:: SOURCE INFORMATION ::
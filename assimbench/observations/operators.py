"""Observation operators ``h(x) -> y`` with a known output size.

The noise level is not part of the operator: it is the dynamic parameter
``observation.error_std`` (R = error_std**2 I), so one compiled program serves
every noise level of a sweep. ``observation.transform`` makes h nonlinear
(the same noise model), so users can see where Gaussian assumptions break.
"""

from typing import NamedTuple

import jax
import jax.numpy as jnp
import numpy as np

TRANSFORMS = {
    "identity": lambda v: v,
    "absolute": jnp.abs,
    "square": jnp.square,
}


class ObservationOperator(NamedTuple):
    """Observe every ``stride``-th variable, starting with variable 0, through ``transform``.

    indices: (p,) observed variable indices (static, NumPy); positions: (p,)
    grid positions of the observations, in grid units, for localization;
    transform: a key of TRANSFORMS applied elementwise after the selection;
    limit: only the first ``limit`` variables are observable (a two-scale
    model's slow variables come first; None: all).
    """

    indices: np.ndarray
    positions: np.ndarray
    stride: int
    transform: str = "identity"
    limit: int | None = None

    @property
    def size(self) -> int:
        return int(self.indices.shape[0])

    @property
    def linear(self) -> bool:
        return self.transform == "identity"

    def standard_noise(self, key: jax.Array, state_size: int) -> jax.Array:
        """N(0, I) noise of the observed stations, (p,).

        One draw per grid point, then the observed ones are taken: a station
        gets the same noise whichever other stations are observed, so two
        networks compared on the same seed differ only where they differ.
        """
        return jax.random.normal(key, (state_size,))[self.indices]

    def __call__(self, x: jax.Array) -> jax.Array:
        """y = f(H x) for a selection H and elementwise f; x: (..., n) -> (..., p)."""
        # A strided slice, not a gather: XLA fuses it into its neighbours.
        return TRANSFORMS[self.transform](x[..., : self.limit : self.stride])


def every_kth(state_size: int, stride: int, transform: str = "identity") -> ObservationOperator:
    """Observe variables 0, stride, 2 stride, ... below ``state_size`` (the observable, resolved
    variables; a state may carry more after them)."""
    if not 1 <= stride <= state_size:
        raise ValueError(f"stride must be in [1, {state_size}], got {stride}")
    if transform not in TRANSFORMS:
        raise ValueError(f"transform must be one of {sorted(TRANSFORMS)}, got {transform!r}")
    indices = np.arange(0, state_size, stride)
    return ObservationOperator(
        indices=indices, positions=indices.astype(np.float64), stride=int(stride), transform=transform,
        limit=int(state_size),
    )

:: EXERCISE BRIEF ::
Look over the entries above. Copy every line that contains the word "only".

:: EXERCISE ANSWER ::
    limit: only the first ``limit`` variables are observable (a two-scale
        networks compared on the same seed differ only where they differ.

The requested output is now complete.